In what may be the first lawsuit of its kind in the country, the family of a 14-year-old Amherst girl is claiming her diabetes is linked to high fructose corn syrup.
The family is suing six manufacturers of high fructose corn syrup in U.S. District Court in Buffalo and seeking $5 million in damages.
The suit, filed earlier this week, claims the girl was never warned about the risks of high fructose corn syrup, a common ingredient in many foods, despite a well-documented link with diabetes.
“They know this stuff has adverse consequences,” J. Michael Hayes, a lawyer for the family, said of the manufacturers. “And if there’s harm associated with it, you should get a warning.”
Hayes thinks that high fructose corn syrup could become the next big product liability target and that “solid science” supports his claim of a link to diabetes.
The suit follows the release late last year of a University of Southern California study that found a greater rate of diabetes in countries with a high level of fructose corn syrup in their food.
The young girl’s suit prompted a strong response from the trade association representing corn syrup makers. The group claims the suit is filled with false and unsubstantiated claims, and indicated its members will vigorously fight the allegations.
“The plaintiff is seeking to profit by making claims that are contradicted by solid, credible research,” John Bode, president of the Corn Refiners Association, said in a statement. “This lawsuit will confuse consumers and mislead them about how to make the right choices for a healthy diet.”
Corn syrup makers maintain their product is safe and no different, when it comes to health risks, than common sweeteners such as sugar and honey.
The suit does not identify the family or girl suing the manufacturers but says she was diagnosed with type 2 diabetes when she was 12.
“We’re sort of ahead of the game,” Hayes said of the suit. “But there’s a definite connection between high fructose corn syrup and diabetes. This is not a frivolous, shoot-from-the-hip kind of thing.”
The suit comes at a time when the debate over sweeteners and their role in the nation’s health is escalating.
The Southern California study, released last November, helped fuel that debate by claiming type 2 diabetes occurred 20 percent more often in countries where high fructose corn syrup was commonly used as compared with countries where it was used rarely, if ever.
The study stopped well short, however, of suggesting that high fructose corn syrup was the only dietary factor in individuals getting diabetes.
“The members of the CRA stand by the safety of their ingredient,” Bode, head of the Corn Refiners, said in his statement, “and will vigorously defend themselves against the false allegations made in this lawsuit.”
The manufacturers named as defendants are Archer-Daniels-Midland Co., Cargill Inc., Ingredion Inc., Penford Products Co., Tate & Lyle Ingredients Americas and Roquette America Inc.
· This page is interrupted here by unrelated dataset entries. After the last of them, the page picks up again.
class Doc:
    """One PDF: pages of tikzpictures; figures carry a corner-node id."""

    def __init__(self, name, seed, page=SMALL, margin=0):
        self.name, self.seed, self.page, self.margin = name, seed, page, margin
        self.pages = []
        self.figs = []

    def new_page(self):
        self.pages.append([])

    def add(self, tex):
        if not self.pages:
            self.new_page()
        self.pages[-1].append(tex)

    def axis(self, fig, opts, body, size=(320, 190)):
        """Axis environment with the two corner probes; returns its TeX."""
        fid = "f%d" % len(self.figs)
        fig["_id"], fig["_size"] = fid, size
        fig["page"] = len(self.pages) or 1
        self.figs.append(fig)
        o = ["scale only axis", "width=%gbp" % size[0],
             "height=%gbp" % size[1], "enlargelimits=false"] + opts
        return ("\\begin{axis}[\n  %s]\n%s\n\\ppcorner{%sa}{0}{0}\n"
                "\\ppcorner{%sb}{1}{1}\n\\end{axis}\n"
                % (",\n  ".join(o), body, fid, fid))

    def single(self, fig, opts, body, size=(320, 190)):
        """A page holding one centred chart."""
        self.new_page()
        self.add("\\null\\vfill\\begin{center}\\begin{tikzpicture}\n"
                 + self.axis(fig, opts, body, size)
                 + "\\end{tikzpicture}\\end{center}\\vfill\\null\n")

    def tex(self):
        head = PREAMBLE % {"w": self.page[0], "h": self.page[1],
                           "m": self.margin}
        body = "\n\\newpage\n".join("\n".join(p) for p in self.pages)
        return head + body + "\n\\end{document}\n"

    def build(self):
        tmp = tempfile.mkdtemp(prefix="pgfcorpus-")
        try:
            src = os.path.join(tmp, self.name + ".tex")
            with open(src, "w") as fh:
                fh.write(self.tex())
            env = dict(os.environ, SOURCE_DATE_EPOCH="1700000000",
                       FORCE_SOURCE_DATE="1")
            res = subprocess.run(
                ["pdflatex", "-interaction=nonstopmode", "-halt-on-error",
                 self.name + ".tex"], cwd=tmp, env=env,
                capture_output=True, text=True)
            if res.returncode != 0:
                sys.stderr.write(res.stdout[-3000:])
                raise RuntimeError("pdflatex failed on %s" % self.name)
            pos = read_pos(os.path.join(tmp, self.name + ".pos"))
            pdf = os.path.join(OUT, self.name + ".pdf")
            shutil.copyfile(os.path.join(tmp, self.name + ".pdf"), pdf)
        finally:
            shutil.rmtree(tmp)
        for fig in self.figs:
            self._place(fig, pos)
        prod = "pgfplots %s (%s)" % (pos["version"], PDFTEX)
        truth.write_truth(pdf, prod, self.seed, len(self.pages), self.figs,
                          ROOT)
        return len(self.figs)

    def _place(self, fig, pos):
        fid = fig.pop("_id")
        w, h = fig.pop("_size")
        (pa, xa, ya), (pb, xb, yb) = pos[fid + "a"], pos[fid + "b"]
        assert pa == pb == fig["page"], (self.name, fid, pa, pb)
        x0, x1 = sorted((xa / SP_PER_BP, xb / SP_PER_BP))
        y0, y1 = sorted((self.page[1] - ya / SP_PER_BP,
                         self.page[1] - yb / SP_PER_BP))
        # "scale only axis" makes the box exactly width x height
        assert abs((x1 - x0) - w) < 0.05 and abs((y1 - y0) - h) < 0.05, (
            self.name, fid, x1 - x0, y1 - y0)
        fig["bbox"] = [round(x0, 2), round(y0, 2), round(x1, 2),
                       round(y1, 2)]
        fig["style"] = fig.get("style", []) + ["pgfplots"]
        if fig["kind"] in ("column", "bar", "area") and fig["axis"] and \
                fig["axis"]["scale"] == "linear" and fig["axis"]["min"] > 0:
            # checked in the content streams: ybar/xbar rectangles and
            # \closedcycle polygons start at the lower axis limit when 0 is
            # outside the range, so nothing relies on clipping
            fig["style"].append("floor-at-axis-min" if fig["kind"] == "area"
                                else "bottom-at-axis-min")
            fig["notes"] = ("pgfplots starts the marks at the lower axis "
                            "limit (0 is outside the axis range)")


def read_pos(path):
    pos = {}
    with open(path) as fh:
        for line in fh:
            parts = line.split()
            if parts[0] == "version":
                pos["version"] = parts[1]
                continue
            if parts[0] in pos:
                raise RuntimeError("corner %s written twice" % parts[0])
            pos[parts[0]] = (int(parts[1]), int(parts[2]), int(parts[3]))
    return pos


def cat_x_opts(labels, n=None):
    n = len(labels) if n is None else n
    return ["xmin=-0.6", "xmax=%g" % (n - 0.4),
            "xtick={0,...,%d}" % (n - 1),
            "xticklabels={%s}" % ",".join(labels)]


def yrange(lo, hi, extra=()):
    return ["ymin=%g" % lo, "ymax=%g" % hi, "scaled y ticks=false",
            "yticklabel style={/pgf/number format/fixed}"] + list(extra)


def fig_entry(kind, vals, labels, lo, hi, rule, style, orient="y",
              scale="linear", baseline="axis"):
    mis = rule is not None
    if scale == "linear" and hi >= 1000 and "thousands-sep" not in style \
            and "decimal-comma" not in style:
        style = style + ["thousands-sep"]  # pgf's default 1000 sep is ","
    return {"kind": kind, "misleading": mis, "rule": rule, "values": vals,
            "labels": labels,
            "axis": {"min": lo, "max": hi, "scale": scale,
                     "orientation": orient},
            "baseline": lo if baseline == "axis" else baseline,
            "style": style}


NUMFMT = {
    "plain": ([], []),
    "thousands": (["yticklabel style={/pgf/number format/1000 sep={,}}"],
                  ["thousands-sep"]),
    "comma": (["yticklabel style={/pgf/number format/use comma,"
               "/pgf/number format/fixed zerofill,"
               "/pgf/number format/precision=1}"], ["decimal-comma"]),
}


def column_chart(doc, vals, labels, trunc, fmt="plain", title="", style=(),
                 size=(320, 190)):
    lo = axis_floor(vals, trunc)
    hi = nice_ceil(max(vals) * 1.1)
    opts, tags = NUMFMT[fmt]
    o = ["ybar", "bar width=0.6", "title={%s}" % title] + cat_x_opts(labels)
    o += yrange(lo, hi, opts)
    if "gridlines" in style:
        o.append("ymajorgrids")
    body = ("\\addplot[fill=teal!70!black, draw=none] coordinates {%s};"
            % coords(range(len(vals)), vals))
    fig = fig_entry("column", vals, labels, lo, hi,
                    "bars-off-zero" if lo != 0 else None,
                    list(style) + tags + trunc_tags(trunc))
    return fig, o, body


def columns(name, seed, vals, labels, trunc, fmt="plain", style=()):
    doc = Doc(name, seed)
    fig, o, body = column_chart(doc, vals, labels, trunc, fmt,
                                "Vellmoor Kilns -- bricks fired", style)
    doc.single(fig, o, body)
    return doc.build()


def hbars(name, seed, vals, labels, trunc):
    lo = axis_floor(vals, trunc)
    hi = nice_ceil(max(vals) * 1.1)
    n = len(vals)
    doc = Doc(name, seed)
    o = ["xbar", "bar width=0.6", "y dir=reverse",
         "title={Vellmoor Kilns -- output by site}",
         "ymin=-0.6", "ymax=%g" % (n - 0.4), "ytick={0,...,%d}" % (n - 1),
         "yticklabels={%s}" % ",".join(labels), "xmin=%g" % lo,
         "xmax=%g" % hi, "scaled x ticks=false"]
    body = ("\\addplot[fill=orange!80!black, draw=black] coordinates {%s};"
            % coords(vals, range(n)))
    fig = fig_entry("bar", vals, labels, lo, hi,
                    "bars-off-zero" if lo != 0 else None,
                    ["edge-strokes"] + trunc_tags(trunc), orient="x")
    doc.single(fig, o, body, size=(290, 190))
    return doc.build()


def labelled(name, seed, labs, drawn, labels, hidden):
    """Bars drawn from `drawn`, numbers printed from `labs` (point meta)."""
    hi = nice_ceil(max(drawn + labs) * 1.15)
    doc = Doc(name, seed)
    o = ["ybar", "bar width=0.6", "title={Ashgrove Pottery -- kilns sold}",
         "nodes near coords", "point meta=explicit symbolic",
         "ymin=0", "ymax=%g" % hi] + cat_x_opts(labels)
    if hidden:
        o += ["axis x line*=bottom", "axis y line=none", "ytick=\\empty"]
    rows = "\n".join("%d %s %s" % (i, d, v)
                     for i, (d, v) in enumerate(zip(drawn, labs)))
    body = ("\\addplot[fill=blue!60!black, draw=none] table[x=x, y=h, "
            "meta=lab] {\nx h lab\n%s\n};" % rows)
    liar = drawn != labs
    axis = {"min": 0, "max": hi, "scale": "linear", "orientation": "y"}
    fig = {"kind": "column", "misleading": liar,
           "rule": "bars-vs-labels" if liar else None, "values": labs,
           "labels": labels, "axis": None if hidden else axis,
           "baseline": 0, "data_labels": labs,
           "style": ["data-labels-only" if hidden else "data-labels"]}
    if hidden:
        fig["axis_hidden"] = axis
    if liar:
        fig["drawn_values"] = drawn
    doc.single(fig, o, body)
    return doc.build()


def area(name, seed, vals, labels, trunc, style=()):
    lo = axis_floor(vals, trunc)
    hi = nice_ceil(max(vals) * 1.1)
    n = len(vals)
    doc = Doc(name, seed)
    o = ["title={Tarnwick Cider -- barrels pressed}", "xmin=0",
         "xmax=%d" % (n - 1), "xtick={0,...,%d}" % (n - 1),
         "xticklabels={%s}" % ",".join(labels)] + yrange(lo, hi)
    if "gridlines" in style:
        o.append("ymajorgrids")
    fill = "green!50!black, fill opacity=0.5" if "alpha" in style \
        else "green!50!black"
    body = ("\\addplot[fill=%s, draw=green!30!black, thick] coordinates "
            "{%s} \\closedcycle;" % (fill, coords(range(n), vals)))
    fig = fig_entry("area", vals, labels, lo, hi,
                    "area-off-zero" if lo != 0 else None,
                    list(style) + trunc_tags(trunc))
    doc.single(fig, o, body)
    return doc.build()


def log_columns(name, seed, vals, labels):
    hi = 10 ** math.ceil(math.log10(max(vals) * 1.2))
    doc = Doc(name, seed)
    o = ["ybar", "bar width=0.6", "ymode=log", "ymin=10", "ymax=%g" % hi,
         "title={Cobb Lane Seeds -- packets (log scale)}"] + \
        cat_x_opts(labels)
    body = ("\\addplot[fill=violet!70!black, draw=none] coordinates {%s};"
            % coords(range(len(vals)), vals))
    fig = fig_entry("column", vals, labels, 10, hi, "bars-on-log", ["log"],
                    scale="log")
    doc.single(fig, o, body)
    return doc.build()


def line(name, seed, vals, labels, trunc):
    lo = axis_floor(vals, trunc)
    hi = 100  # uptime in percent
    n = len(vals)
    doc = Doc(name, seed)
    o = ["title={Hollin Ridge Lifts -- uptime (\\%)}", "xmin=0",
         "xmax=%d" % (n - 1), "xtick={0,...,%d}" % (n - 1),
         "xticklabels={%s}" % ",".join(labels), "grid=major"] + \
        yrange(lo, hi)
    body = ("\\addplot[red!70!black, thick, mark=*] coordinates {%s};"
            % coords(range(n), vals))
    fig = fig_entry("line", vals, labels, lo, hi, None,
                    ["gridlines", "markers"] + trunc_tags(trunc),
                    baseline=None)
    doc.single(fig, o, body)
    return doc.build()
Hayes’ suit also came on the heels of another legal battle, this one in Los Angeles, between corn syrup manufacturers and the makers of natural sugar.
Sugar farmers claim there are vast differences between sugar and corn syrup and, in their suit, accuse syrup makers of trying to hide the health effects of their product through false advertising.
Their suit specifically mentions diabetes and obesity, a condition that affects one out of every three adults and about 17 percent of all children in the U.S.
In a related development, the American Medical Association decided this week that obesity should be classified as a disease, an action that means 90 million Americans, adults and children, have a medical condition requiring treatment.